There has been encouraging progress on inflation this year, albeit with different regions seeing different rates of decline. Yet, services inflation has remained sticky throughout most of the developed world thanks to wage growth, resilient demand, and shelter-related costs. Even so, fading pressures have allowed a few central banks to begin cutting rates, while others, like the U.S. Federal Reserve, suggest cuts remain a possibility later this year. On the growth front, things have been arguably better than anticipated, given many investors were expecting a recession to have already begun in various jurisdictions. The manufacturing sector has been generally weak, offset to a large degree by the services side of the economy. The consensus view is that a soft landing, where the economy slows but avoids a material deterioration in employment, is now more likely for many economies, particularly the U.S.
The backdrop above has driven global equity markets higher this year, with the U.S. leading the way. But, as has been the case for some time, U.S. gains have been heavily influenced by large-cap technology, and more specifically, anything related to artificial intelligence. This momentum may continue for some time, but a few things warrant attention.
The U.S. market has become more expensive over the past year. While valuations are more reasonable if one excludes the large “tech” stocks that have led markets, they still sit above historical averages. That may have bigger implications over the longer-term than it does for the rest of the year. Meanwhile, our confidence in the sustainability of a bull market is usually highest when gains are driven by a broad range of stocks and sectors. But that hasn’t exactly been the case this year, though there is always the possibility that market leadership could broaden, or shift to other sectors. We don’t view investor sentiment as overly optimistic yet, which can often be the case near market peaks, but it is more positive than it was a year ago, suggesting there is growing risk of some investor complacency.
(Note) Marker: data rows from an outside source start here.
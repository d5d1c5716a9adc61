import { frequency } from '../../figures/units';

/** A band of frequencies, in Hz. */
export interface Band {
  from: number;
  to: number;
}

/**
 * Runs of bins for which something holds, as bands that reach half a bin beyond them.
 * @param holds one entry a bin
 * @param frequencies of the bins, evenly spaced from 0 Hz
 * @param least narrowest band, in bins; runs parted by no more than two bins are taken for one
 */
export function bandsWhere(
  holds: ArrayLike<boolean | number>,
  frequencies: Float64Array,
  least: number,
): Band[] {
  const bands: Band[] = [];
  const half = 0.5 * frequencies[1];
  const last = frequencies.length - 1;
  let start: number | null = null;
  let end = 0;
  for (let f = 0; f <= last + 3; f++) {
    if (f <= last && holds[f]) {
      start ??= f;
      end = f;
    } else if (start !== null && f > end + 2) {
      if (end - start + 1 >= least) {
        bands.push({
          from: Math.max(0, frequencies[start] - half),
          to: Math.min(frequencies[last], frequencies[end] + half),
        });
      }
      start = null;
    }
  }
  return bands;
}

/** Means over `width` bins around each, fewer at the ends. */
export function smooth(row: Float64Array, width: number): Float64Array {
  const before = Math.floor((width - 1) / 2);
  return row.map((_, f) => {
    const part = row.subarray(Math.max(0, f - before), f - before + width);
    return part.reduce((sum, value) => sum + value, 0) / part.length;
  });
}

/** True where a frequency lies in one of the bands. */
export function inBands(bands: readonly Band[], hertz: number): boolean {
  return bands.some(({ from, to }) => hertz >= from && hertz <= to);
}

const named = 3;

/** `480 Hz to 520 Hz, 1.6 kHz to 4 kHz and 2 more`: the widest, in rising order. */
export function bandsInWords(bands: readonly Band[]): string {
  const widest = [...bands].sort((a, b) => b.to - b.from - (a.to - a.from)).slice(0, named);
  const words = widest
    .sort((a, b) => a.from - b.from)
    .map(({ from, to }) => `${frequency(rounded(from))} to ${frequency(rounded(to))}`);
  const more = bands.length > named ? ` and ${bands.length - named} more` : '';
  return words.join(', ') + more;
}

/** To three significant digits, which is more than the width of a bin is worth. */
function rounded(hertz: number): number {
  return Number(hertz.toPrecision(3));
}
Most importantly, the risk of recession remains above average based on various factors we monitor. As a result, we believe the range of possibilities for equities is wider than normal despite the market strength to date.
Outside the U.S., and “tech” in particular, equity markets sit at valuation levels that are more balanced, reflecting some of the economic headwinds that exist in parts of the world. On the fixed income front, yields remain attractive in our view, and higher quality bond exposure can act as a stabilizer in portfolios in the event equity market volatility returns. Overall, our approach to managing portfolios remains a bit more cautious at this time given the range of potential outcomes. We remain committed to regular rebalancing to mitigate the risk of overexposure to any one market or sector’s idiosyncrasies.
Wealth Management
I always have clients approaching retirement. Our firm has published a retirement checklist. For government benefits – CPP and OAS, it’s a good idea to set up a Service Canada account – this account will provide you with details on your entitlement. CPP is contributory so if you didn’t pay into it for most of your working adult years, you will not be eligible for 100% of benefits. Everybody’s situation is unique and by and large it makes sense to defer CPP to age 65 or you take a lifetime reduction in your benefit.
We also have a section on Estate Planning in this article. This was a recent question on our client survey which many clients questioned – “Have you reviewed your estate plan in the last 12 months? Note: an estate plan outlines distribution of assets, estate tax obligations, business succession plans, and/or other legacy wishes that ensure a smooth transfer of wealth. It typically includes a Will and powers of attorney.”
Typically when I meet with clients and update their financial plans, I ask about Wills and Power of Attorney and if they are in place and reflect your wishes. Naming an appropriate Executor who is nearby and has the knowledge and time to settle an estate is equally important. Wills and Power of Attorney documents are done by a Lawyer. For those who want assistance with the role of Executor or Power of Attorney, we have Royal Trust to assist. It is still a requirement for you to have your own lawyer to draft the Wills and POAs and Royal Trust assists with the wording to appoint them. Having beneficiaries listed on your registered accounts helps minimize taxes and Kim and I regularly review all registered account to ensure beneficiaries are in place where appropriate. Also a part of an estate plan is to understand how your assets will flow. Insurance helps offset income taxes at death. Please reach out to me if you have questions on your estate plan.
Client events
Coming up in the fall -
We are planning a fall market update event for September; please stay tuned for more details.
In the Community
On June 2, I participated in Bike For Health. This was a premier event that RBC sponsored; RBC had 29 riders (I was one of them), 30 volunteers from 5 lines of business. The event raised almost $364,000 and the money is going to Lakeridge Health Foundation, Ajax Pickering Hospital Foundation, Bowmanville Hospital Foundation and Port Perry Hospital Foundation. We were very pleased with the amount of funds raised so thank you to those who sponsored. See attached pictures (photo 1 and photo 2).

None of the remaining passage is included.